Authors: Sarah Anderson, Sharon Nell and Amie Lalor, IBMTR/ABMTR
Misconception 1
Every patient must be pre-registered
Answer:
Research teams:
Must pre-register all patients with in 2 weeks prior to start of high dose conditioning (including day one of conditioning), using the IBMTR/ABMTR pre-registration form.
Registering teams:
Must register all patients using the Transplant Essential Data form (TED-01) at 100 days post transplant. Registering teams do not submit pre-registration forms.
Misconception 2
Each transplant receives a different IUBMID number.
Answer:
Every patient transplanted at your institution should be assigned only one IUBMID number. This includes all Allo and Auto cases, subsequent transplants and DCI´s.
Misconception 3
All data submitted to the registry is evaluated equally.
Answer:
All data submitted to the registry is not evaluated equally. We prioritize which forms are entered first based on
1. Studies
2. Complete forms
3. Incomplete forms
Misconception 4
Who is responsible for patients transplanted/follow-up by another institution?
Answer:
Your team is only responsible for reporting data on patients that are seen by your institution. If a patient has a transplant at another institution, then you are no longer responsible for that patient. If a patient has follow-up by another institution, you are still responsible for them.
Misconception 5
The IBMTR/ABMTR requests information on patients that have been reported “lost to follow-up”.
Answer:
Patients that have been reported “lost to follow-up” will continue to appear on the request for patient data reports. You do not have to submit data on “lost to follow-up” patients unless they are seen again by your institution.
Misconception 6
What does a Day 100 report form consist of?
Answer:
Day 100 Report form consists of: Core insert, Graft insert and Disease specific insert.

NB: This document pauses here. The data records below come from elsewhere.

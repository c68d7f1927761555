"""What the logs kept beside a series' data have in common.

The window log and the kept-tests log are both CSV files beside the data, one row a
decision, rows only ever appended one whole row per write under the folder lock. Each row
has an id of eight hexadecimal digits, used once, and a time in ISO 8601 with a time zone.
This module reads such a log (checking its header, the number of fields of each row, the
id and the time, and naming the row and column of each row that cannot be read), takes its
SHA-256, and appends a row to it; the logs themselves keep their columns, the checks of
their own columns and their words. The revision log (:mod:`.log`) is read by its own
reader, with its own words for a file that cannot be read, and shares the rest: its path,
SHA-256, error, the check of a row's time, and the appender.
"""

from __future__ import annotations

import csv
import hashlib
import io
import re
import warnings
from collections.abc import Callable, Sequence
from datetime import datetime
from pathlib import Path

from kitchen.io import append_line, folder_lock

__all__ = [
    "LogError",
    "readable_part",
    "whole_rows",
    "log_path",
    "read_log",
    "parse_log",
    "file_sha256",
    "append_log_row",
    "checked_when",
]

_ID = re.compile(r"^[0-9a-f]{8}$")


class LogError(ValueError):
    """A row that cannot be written, or a log that cannot be read; ``problems`` lists each.

    A log's own error names what the problems are with in ``subject``.
    """

    subject = "the log"

    def __init__(self, problems: list[str] | str):
        self.problems = [problems] if isinstance(problems, str) else list(problems)
        if len(self.problems) == 1:
            super().__init__(self.problems[0])
        else:
            lines = [f"{len(self.problems)} problem(s) with {self.subject}:"]
            super().__init__("\n".join(lines + [f"  - {p}" for p in self.problems]))


def readable_part(data: bytes, label: str) -> tuple[bytes, str | None]:
    """A log's bytes without a last row cut short, and the notice naming that row.

    Every row the tool appends ends with a line feed, written in the same ``write``, so a
    log whose last line has none holds a row cut short (a full disk, the machine stopped
    mid-write). That torn row, and only it, is left out and named in a warning; every row
    before it is read. Appending is refused until a person mends it
    (:func:`append_log_row`), so no new row is ever glued onto it.

    Returns
    -------
    (bytes, str or None)
        The bytes up to the last whole line, and the notice (None when nothing was torn).
    """
    if not data or data.endswith(b"\n"):
        return data, None
    kept = data[: data.rfind(b"\n") + 1]
    row = kept.count(b"\n") + 1
    notice = (
        f"{label}, row {row}: the last row is cut short (a write that did not finish: a full "
        "disk, or the machine stopped) and is left out; the rows before it are read. No row "
        "is added until it is mended: complete that line or delete it, by hand"
    )
    return kept, notice


def whole_rows(data: bytes, label: str) -> bytes:
    """`data` without a torn last row (:func:`readable_part`), warning where one was."""
    kept, notice = readable_part(data, label)
    if notice is not None:
        warnings.warn(notice, stacklevel=3)
    return kept


def log_path(series_path: str | Path, name: str) -> Path:
    """Where a series' log `name` lives: ``<name>.csv`` in a series folder,
    ``<stem>.<name>.csv`` beside an ``.xlsx`` workbook."""
    path = Path(series_path)
    if path.suffix.lower() == ".xlsx":
        return path.with_name(f"{path.stem}.{name}.csv")
    return path / f"{name}.csv"


def parse_log(
    data: bytes,
    label: str,
    columns: Sequence[str],
    error: type[LogError],
    check: Callable[[dict[str, str], int], object],
) -> tuple:
    """The rows of a log's bytes, each as `check` makes it, in order.

    Parameters
    ----------
    data : bytes
        The log as read (UTF-8, with or without a byte-order mark).
    label : str
        The log's name, for the messages.
    columns : sequence of str
        The log's columns, in order; the first line must name them.
    error : type of LogError
        The log's own error, raised with every problem found.
    check : callable
        ``check(row, number)`` with the row as ``{column: text}`` (stripped) and its row
        number in the file (the header is row 1), once its id and time are checked: the
        row's entry, or ``(column, problem)`` when the row cannot be read. Called only for
        rows in order; an entry returned is taken.

    Raises
    ------
    LogError
        Of type `error`: naming the log's row and column of each row that cannot be read.
    """
    data = whole_rows(data, label)
    try:
        records = list(csv.reader(io.StringIO(data.decode("utf-8-sig"), newline="")))
    except (UnicodeDecodeError, csv.Error) as problem:
        raise error(f"{label}: cannot be read as UTF-8 CSV ({problem})") from None
    if not records or [c.strip() for c in records[0]] != list(columns):
        found = ", ".join(records[0]) if records else "nothing"
        raise error(f"{label}, row 1: expected the columns {', '.join(columns)}; found {found}")
    problems: list[str] = []
    entries: list = []
    first_at: dict[str, int] = {}
    for number, record in enumerate(records[1:], start=2):
        if not any(cell.strip() for cell in record):
            continue
        if len(record) != len(columns):
            problems.append(
                f"{label}, row {number}: expected {len(columns)} fields, found "
                f"{len(record)} (a write cut short, or an edit by hand?)"
            )
            continue
        row = dict(zip(columns, (c.strip() for c in record), strict=True))
        found = _check_id_and_time(row, first_at) or check(row, number)
        if isinstance(found, tuple):
            column, message = found
            problems.append(f"{label}, row {number}, column '{column}': {message}")
            continue
        first_at[row["id"]] = number
        entries.append(found)
    if problems:
        raise error(problems)
    return tuple(entries)


def checked_when(text: str, error: type[Exception] = ValueError) -> str:
    """`text` when it is an ISO 8601 date and time with a time zone; else `error`."""
    try:
        moment = datetime.fromisoformat(text)
    except (TypeError, ValueError):
        raise error(
            f"{text!r} is not an ISO 8601 date and time (for example 2025-05-02T14:30:00+02:00)"
        ) from None
    if moment.tzinfo is None:
        raise error(f"{text!r} has no time zone; add one (for example +02:00 or Z)")
    return text


def _check_id_and_time(row: dict[str, str], first_at: dict[str, int]):
    """``(column, problem)`` for a row's id or time; None when both are good."""
    if not _ID.match(row["id"]):
        return "id", f"expected 8 hexadecimal digits, found {row['id']!r}"
    if row["id"] in first_at:
        return "id", f"id {row['id']} is used twice (first at row {first_at[row['id']]})"
    try:
        checked_when(row["when"])
    except ValueError as problem:
        return "when", str(problem)
    return None


def read_log(
    log: Path,
    columns: Sequence[str],
    error: type[LogError],
    check: Callable[[dict[str, str], int], object],
) -> tuple:
    """The rows of the log at `log`, as :func:`parse_log` reads them, named by the log's file
    name; empty when there is no log."""
    try:
        data = log.read_bytes()
    except FileNotFoundError:
        return ()
    return parse_log(data, log.name, columns, error, check)


def file_sha256(path: Path) -> str | None:
    """SHA-256 (hex) of a file as it is on disk; None when there is none."""
    try:
        return hashlib.sha256(path.read_bytes()).hexdigest()
    except FileNotFoundError:
        return None


def append_log_row(
    log: Path, columns: Sequence[str], read_rows, row_of, error: type[LogError] = LogError
):
    """Append one row to a log under the folder lock, and return it.

    ``row_of(existing)`` makes the row from the log's rows as read (`read_rows()`) inside
    the lock, so that reading, checking and appending are one step; it raises to write
    nothing. The row's attributes named by `columns` are written in order, None as empty.
    A log that cannot be read, or whose last row is cut short (:func:`readable_part`), is
    not appended to: `error` is raised naming it, and nothing is written.
    """
    with folder_lock(log.parent):
        try:
            data = log.read_bytes()
        except FileNotFoundError:
            data = b""
        _, torn = readable_part(data, log.name)
        if torn is not None:
            raise error(f"{torn}; nothing was written")
        row = row_of(read_rows())
        buffer = io.StringIO()
        values = [getattr(row, name) for name in columns]
        csv.writer(buffer, lineterminator="\n").writerow(["" if v is None else v for v in values])
        header = (",".join(columns) + "\n").encode("utf-8")
        append_line(log, buffer.getvalue().encode("utf-8"), header=header)
    return row
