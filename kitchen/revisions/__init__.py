"""Revisions that lose nothing: the append-only logs of corrections and of reading windows.

A revision corrects one value of a series — a specimen's height re-measured after the
test, a reading typed wrong — without touching the raw files. Each is one row of the
series' log (``revisions.csv`` in the series folder, or ``<stem>.revisions.csv`` beside an
``.xlsx`` workbook), appended in one write under the folder lock and checked first against
the data it would give; rows are never changed or deleted, and a revision is withdrawn by a
later row that names it. The *effective data* are the raw tables as written with the
standing revisions applied in the log's order, between :func:`kitchen.io.read_tables` and
:func:`kitchen.io.build_series`, so every check of the loader runs again on them. The
reading windows the engineer chooses for falling-head records are kept the same way, in a
window log with who, when and why; and so are the tests the engineer keeps on record
despite a failed check, which the series analysis then judges like valid ones.

Modules:

- :mod:`.log`: the revision log: its columns, its rows, reading and checking it back.
- :mod:`.effective`: the raw tables with the standing revisions applied, and loading them.
- :mod:`.recording`: :func:`revise` and :func:`withdraw`, checked, then appended in one write.
- :mod:`.history`: the log as a table and in words, each row with its status.
- :mod:`.window_log`: reading windows chosen by the engineer, and the windows in force.
- :mod:`.kept_tests`: tests kept on record despite a failed check, and the keeps in force.

The public face, which other subpackages import from :mod:`kitchen.revisions` and never
from its modules: :class:`Revision`, :class:`RevisionError`, :data:`LOG_COLUMNS`,
:func:`revisions_path`, :func:`read_revisions` and :func:`log_sha256` (the log);
:func:`apply_revisions`, :func:`load_effective_series` and :class:`EffectiveSeries`;
:func:`revise`, :func:`withdraw`, :class:`HeldSeries` and :func:`file_stamps`;
:func:`history_table` and :func:`format_history`; :class:`WindowChoice`,
:class:`WindowLogError`, :data:`WINDOW_LOG_COLUMNS`, :func:`windows_path`,
:func:`read_window_choices`, :func:`window_log_sha256`, :func:`standing_choices`,
:func:`chosen_windows`, :func:`choose_window` and :func:`clear_window` (the window log);
:class:`KeptTest`, :class:`KeptTestError`, :data:`KEPT_LOG_COLUMNS`, :data:`KEPT_METHODS`,
:func:`kept_tests_path`, :func:`read_kept_tests`, :func:`kept_log_sha256`,
:func:`standing_kept`, :func:`keep_test` and :func:`withdraw_kept_test` (the kept-tests log);
:func:`readable_part` (a log's last row cut short by a full disk: named, left out, and no
row appended after it until it is mended).
What a revision changed in the results is worked out in :mod:`kitchen.workspace`.

References
----------
ISO 8601, for the time of every row of both logs (a date and time with a time zone).
"""

from kitchen import _lazy

__getattr__, __dir__ = _lazy.lazy_face(
    __name__,
    {
        "readable_part": "_logbook",
        "EffectiveSeries": "effective",
        "apply_revisions": "effective",
        "load_effective_series": "effective",
        "format_history": "history",
        "history_table": "history",
        "KEPT_LOG_COLUMNS": "kept_tests",
        "KEPT_METHODS": "kept_tests",
        "KeptTest": "kept_tests",
        "KeptTestError": "kept_tests",
        "keep_test": "kept_tests",
        "kept_log_sha256": "kept_tests",
        "kept_tests_path": "kept_tests",
        "read_kept_tests": "kept_tests",
        "standing_kept": "kept_tests",
        "withdraw_kept_test": "kept_tests",
        "LOG_COLUMNS": "log",
        "Revision": "log",
        "RevisionError": "log",
        "log_sha256": "log",
        "read_revisions": "log",
        "revisions_path": "log",
        "HeldSeries": "recording",
        "file_stamps": "recording",
        "revise": "recording",
        "withdraw": "recording",
        "WINDOW_LOG_COLUMNS": "window_log",
        "WindowChoice": "window_log",
        "WindowLogError": "window_log",
        "choose_window": "window_log",
        "chosen_windows": "window_log",
        "clear_window": "window_log",
        "read_window_choices": "window_log",
        "standing_choices": "window_log",
        "window_log_sha256": "window_log",
        "windows_path": "window_log",
    },
)

__all__ = [
    "apply_revisions",
    "choose_window",
    "chosen_windows",
    "clear_window",
    "EffectiveSeries",
    "file_stamps",
    "format_history",
    "HeldSeries",
    "history_table",
    "keep_test",
    "KEPT_LOG_COLUMNS",
    "kept_log_sha256",
    "KEPT_METHODS",
    "kept_tests_path",
    "KeptTest",
    "KeptTestError",
    "load_effective_series",
    "LOG_COLUMNS",
    "log_sha256",
    "read_kept_tests",
    "read_revisions",
    "read_window_choices",
    "readable_part",
    "revise",
    "Revision",
    "RevisionError",
    "revisions_path",
    "standing_choices",
    "standing_kept",
    "WINDOW_LOG_COLUMNS",
    "window_log_sha256",
    "WindowChoice",
    "WindowLogError",
    "windows_path",
    "withdraw",
    "withdraw_kept_test",
]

Follow-up report form consists of: Core follow-up insert and Disease follow-up insert.
Misconception 7
A Complete report form is due for every patient.
Answer:
Research teams:
Please look at the bottom of the first page of the pre-registration form faxed to you by the IBMTR/ABMTR registry. If you see an X in the tick off box saying “Form due”, then you have to submit a day 100 report form (Core insert, Graft insert and Disease specific insert). If you see an X in the tick off box saying “No Form due”, then you have to submit a Modified Transplant Essential Data form (MTED) 100 days post transplant.
Misconception 8
Which forms will be reimbursed?
Answer:
Pre-registration forms - $10.00
Report forms - $120.00
Subsequent or DCI forms - $60.00
Follow-up forms - $40.00
Registering teams do not receive reimbursement.
Misconception 9
Who should be contacted?
Answer:
Bernardo Mayorga: Pre-registration
Kavita Bhavsar: Disk/E-mail forms
Sharon Nell: Reimbursement
Sarah Anderson: Form Question/Studies
Diane Knutson: Medical related questions
Sherry Fisher: Studies/HIPPA
StemSoft Helpline: 1-800-671-3234
Misconception 10
We are not psychic.
Answer:
Update any changes with the IBMTR/ABMTR staff.
- Personnel changes.
- Fax, phone, e-mail.
- Write legibly (visibly clear letters and numbers on forms).
- Before submitting data, check to see if form(s) are filled out correctly (IUBMID, Centre, Transplant date etc.).